import type { ReadError, ReadErrorCode, ReadSettings } from './expression.ts';
import { type Entry, findEntry, findWord, type TokenKind } from './token-table.ts';

export const READ_LIMITS = { characters: 4000, levels: 60, nodes: 3000 } as const;

export interface Token {
  readonly kind: TokenKind;
  /** Digits, the letter or the function in its canonical spelling; the words of a `\text`. */
  text: string;
  start: number;
  readonly end: number;
  /** A spacing command such as `\,` stands before it. */
  readonly gap: boolean;
  /** Which of `\left` and `\right` sized it. */
  readonly side: Side;
}

type Side = '' | 'left' | 'right';

/** An error's code and, parted by blanks, what was expected. */
export type Complaint = ReadErrorCode | `${ReadErrorCode} ${string}`;

/** Thrown inside the reader only; `readLine` turns it into a value. */
export class ReadFailure {
  readonly error: ReadError;

  constructor(complaint: Complaint, start: number, end: number) {
    // The blank in `\to 0` parts nothing.
    const [code, ...expected] = complaint.split(/ (?!0)/);
    this.error = { code: code as ReadErrorCode, span: { start, end }, found: source.slice(start, end), expected };
  }
}

/** The line being read: one at a time, so its state is that of the module. */
export let source = '';
export let settings: ReadSettings;
export let tokens: Token[] = [];
/** The kinds of the tokens, one character each. */
export let kinds = '';
/** A run of four letters or more that names no function. */
export let hasLongRun = false;

let at = 0;
let gap = false;
let side: Side = '';
/** Closing braces that group nothing. */
let passedOver = new Set<number>();

/** Cuts a line into tokens; the last one is the end of the line. Throws a ReadFailure on what is no part of a line. */
export function tokenize(tex: string, how: ReadSettings): void {
  const most = READ_LIMITS.characters;
  source = tex.slice(0, most);
  settings = how;
  tokens = [];
  kinds = side = '';
  passedOver = new Set();
  hasLongRun = gap = false;
  at = 0;
  if (tex.length > most) refuse(`too-long ${most}`, most, tex.length);
  while (skipBlanks()) readToken();
  push('$', '', at);
}

export function refuse(complaint: Complaint, start: number, end = at): never {
  throw new ReadFailure(complaint, start, end);
}

function push(kind: TokenKind, text: string, start: number, end = at): void {
  tokens.push({ kind, text, start, end, gap, side });
  kinds += kind;
  gap = false;
  side = '';
}

/** Does the sticky pattern fit here? */
function sees(pattern: RegExp): boolean {
  pattern.lastIndex = at;
  return pattern.test(source);
}

/** Takes what fits the sticky pattern here; empty where nothing does. */
function take(pattern: RegExp): string {
  const start = at;
  if (sees(pattern)) at = pattern.lastIndex;
  return source.slice(start, at);
}

/** False at the end of the line. */
function skipBlanks(): boolean {
  take(/[ \t-\r]+/y);
  return at < source.length;
}

/** The braced text after a command, without its braces; a single character or command where there are none. */
function rawArgument(): string {
  skipBlanks();
  const start = at;
  if (!take(/\{/y)) return take(/\\(?:[a-zA-Z]+|[^])|[^]/y);
  for (let depth = 1; depth > 0;) {
    const piece = take(/\\?[^]/y);
    if (!piece) refuse('missing-bracket }', start);
    if (piece === '{') depth += 1;
    if (piece === '}') depth -= 1;
  }
  return source.slice(start + 1, at - 1);
}

function readToken(): void {
  const start = at;
  if (sees(/\\/y)) readCommand(start);
  else if (sees(/[a-zA-Z]/y)) readWords(start);
  else if (sees(/\.?\d/y)) readNumber(start);
  else if (passedOver.has(at)) at += 1;
  else readCharacter(start);
}

function readCharacter(start: number): void {
  const pair = source.slice(at, at + 2);
  const name = findEntry(pair) ? pair : source.charAt(at);
  const entry = findEntry(/\s/.test(name) ? '~' : name);
  const typed = entry ? '' : take(/[⁰¹²³⁴-⁹]+|[¼-¾⅓-⅞]/y).normalize('NFKD');
  if (typed) return push(typed.includes('⁄') ? 'F' : '²', typed, start);
  if (!entry) refuse('unknown-character', at, at + String.fromCodePoint(source.codePointAt(at)!).length);
  at += name.length;
  pushEntry(entry!, name, start);
}

function readCommand(start: number): void {
  const name = take(/\\(?:[a-zA-Z]+|[^]?)/y).slice(1);
  const entry = findEntry(/^[a-zA-Z]/.test(name) ? name : /^\s/.test(name) ? '~' : `\\${name}`);
  if (entry) pushEntry(entry, name, start);
  else if (SIZED.test(name)) readSized(name, start);
  else refuse('unknown-command', start);
}

/** `\left`, `\mright`, `\middle`, `\big`, `\Biggl` and their like. */
const SIZED = /^(?:m?(?:left|right)|middle|[bB]igg?[lrm]?)$/;

function pushEntry({ kind, text }: Entry, name: string, start: number): void {
  const act = ACTIONS[kind];
  if (act) act(start, name, kind);
  else push(kind, text, start);
}

/** What takes more than the command itself, or leaves no token. */
const ACTIONS: Partial<Record<TokenKind, (start: number, name: string, kind: TokenKind) => void>> = {
  S: () => {},
  '~': () => void (gap = true),
  h: rawArgument,
  T: (start) => push('T', rawArgument(), start),
  A: readAccent,
  B: readEnvironment,
  E: readEnvironment,
  H: readHole,
  N: readNewRow,
  M: readStyled,
  X: readAdorned,
  D: readSetLetter,
  n: readNegated,
};

function readAccent(start: number, name: string): void {
  const body = rawArgument().trim();
  if (!/^(?:\\?[a-zA-Z]|\\[a-zA-Z]+)$/.test(body)) refuse('unknown-command letter', start);
  push('a', `\\${name}{${body}}`, start);
}

function readEnvironment(start: number, _: string, kind: TokenKind): void {
  const environment = rawArgument();
  if (kind === 'B' && environment === 'array') rawArgument();
  push(kind, environment, start);
}

function readHole(start: number): void {
  take(/\s*\[[^\]]*\]/y);
  rawArgument();
  push('H', '', start);
}

/** A row may end in `\\[2pt]`. */
function readNewRow(start: number): void {
  take(/\[-?[\d.]+ *[a-z]{2}\]/y);
  push('N', '', start);
}

/** `\boxed{..}` and `\cancel{..}` only adorn what they hold: their braces are passed over. */
function readAdorned(): void {
  const from = at;
  rawArgument();
  if (source[at - 1] === '}') passedOver.add(at - 1);
  at = source[from] === '{' ? from + 1 : from;
}

function readSetLetter(start: number): void {
  const letter = rawArgument().trim();
  if (!/^[RZNQC]$/.test(letter)) refuse('unknown-command \\R', start);
  push('ℝ', letter, start);
}

function readNegated(start: number): void {
  skipBlanks();
  const sign = take(/=|\\in/y);
  if (!sign) refuse('unknown-command \\ne', start);
  push(sign === '=' ? '≠' : '∉', '', start);
}

/** `\left(`: the delimiter carries its side and the span of both. */
function readSized(name: string, start: number): void {
  skipBlanks();
  const sized = /left|l$/.test(name) ? 'left' : /right|r$/.test(name) ? 'right' : '';
  if (take(/\./y)) return push(sized === 'left' ? '‹' : '›', '', start);
  side = sized;
  const before = tokens.length;
  if (at < source.length) readToken();
  const token = tokens[before];
  if (!token || token.end !== at || !/[()[\]⦃⦄|⌈-⌋/]/.test(token.kind)) return refuse('missing-bracket (', start);
  token.start = start;
}

/** `\mathrm{..}` and `\operatorname{..}`: a function, an upright d, e or i, or one letter. */
function readStyled(start: number, style: string): void {
  take(/\*/y);
  const word = rawArgument().replace(/\s|\\[,;:! ]/g, '');
  const entry = findEntry(word);
  if (/^[ei]$/.test(word) && style !== 'mathit') push(word, word, start);
  else if (/^[a-zA-Z]$/.test(word)) push('a', word, start);
  else if (entry && /^[flL∨∧][a-zA-Z]/.test(entry.kind + word)) push(entry.kind, entry.text, start);
  else refuse('unknown-command', start);
}

const PHRASE = /(?:no (?:real )?solutions?|all real(?: numbers)?|always true)(?![a-z])|let(?= )/iy;
/** The short names are found before one more letter, as in `sinx`; any name before what it applies to. */
const SHORT = /^(?:sin|cos|tan|ln|log|sqrt)(?=.$)/;
/** These are words only where they stand alone. */
const ALONE = /^(?:or|and|pi|infinity)$/;

/** Letters typed without a backslash: a word that names a function or joins statements, else one letter each. */
function readWords(start: number): void {
  const phrase = take(PHRASE);
  if (phrase) return push('T', phrase.toLowerCase(), start);
  const run = take(/[a-zA-Z]+/y);
  for (let from = 0; from < run.length - 1 && from < 64; from += 1) {
    const rest = run.slice(from);
    const isWhole = from === 0 || (rest.length < 8 && !ALONE.test(rest) && sees(/[ \t-\r]*(?:[(^_\d]|\\left)/y));
    const name = isWhole && findWord(rest) ? rest : SHORT.exec(rest)?.[0];
    if (!name) continue;
    const middle = start + from;
    const { kind, text } = findWord(name)!;
    pushLetters(start, middle);
    push(kind, text, middle, middle + name.length);
    return pushLetters(middle + name.length, at);
  }
  if (run.length > 3) hasLongRun = true;
  pushLetters(start, at);
}

function pushLetters(from: number, to: number): void {
  for (let place = from; place < to; place += 1) push('a', source[place]!, place, place + 1);
}

/** A group of three digits, and the decimal mark where decimals follow, as the class writes them. */
const MARKS = {
  point: { group: /(?:\\,|\{,\})\d{3}(?!\d)/y, decimal: /(?:\.|\{\.\})(?=\d|\\(?:overline|dot|bar))/y },
  comma: { group: /(?:\\,|\.|\{\.\})\d{3}(?!\d)/y, decimal: /(?:,|\{,\})(?=\d|\\(?:overline|dot|bar))/y },
};

/**
 * A number, as `12`, `3.5` or `0.1(6)` in the token's text: digits that are displayed next to each other belong
 * together, so blanks between them do not count, and `{,}` or `\,` may group thousands.
 */
function readNumber(start: number): void {
  const { group, decimal } = MARKS[settings.decimal];
  let text = digits() || '0';
  for (let more = text.length < 4; more;) {
    const three = take(group).slice(-3);
    text += three;
    more = three !== '';
  }
  if (take(decimal)) {
    text += '.' + digits() + repeating();
    if (take(/\.\./y)) refuse('bad-number', start);
  } else if (take(/\.(?=\d)/y)) refuse('bad-number ,', start);
  push('0', text, start);
}

/** Digits up to the first other character; blanks are jumped over only when a digit follows. */
function digits(): string {
  return take(/(?:[ \t-\r]*\d)+/y).replace(/\s/g, '');
}

/** `\overline{36}`, `\dot3` or `\dot1 4\dot7` after the decimal point, as `(36)`. */
function repeating(): string {
  const start = at;
  const mark = take(/\\(?:overline|dot|bar)/y);
  if (!mark) return '';
  let period = rawArgument().trim();
  if (mark === '\\dot') {
    const between = digits();
    if (take(/\\dot/y)) period += between + rawArgument().trim();
    else if (between) refuse('bad-number \\dot', start);
  }
  if (!/^\d{1,200}$/.test(period)) refuse('bad-number \\overline{3}', start);
  return `(${period})`;
}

━━━━━━━━━━━━━━━━

**About this exercise**. Pick out every line of the listing containing the word "length", and show those lines.

**Answer to this task**.
  if (tex.length > most) refuse(`too-long ${most}`, most, tex.length);
  return at < source.length;
  if (!entry) refuse('unknown-character', at, at + String.fromCodePoint(source.codePointAt(at)!).length);
  at += name.length;
  const before = tokens.length;
  if (at < source.length) readToken();
  for (let from = 0; from < run.length - 1 && from < 64; from += 1) {
    const isWhole = from === 0 || (rest.length < 8 && !ALONE.test(rest) && sees(/[ \t-\r]*(?:[(^_\d]|\\left)/y));
    push(kind, text, middle, middle + name.length);
    return pushLetters(middle + name.length, at);
  if (run.length > 3) hasLongRun = true;
  for (let more = text.length < 4; more;) {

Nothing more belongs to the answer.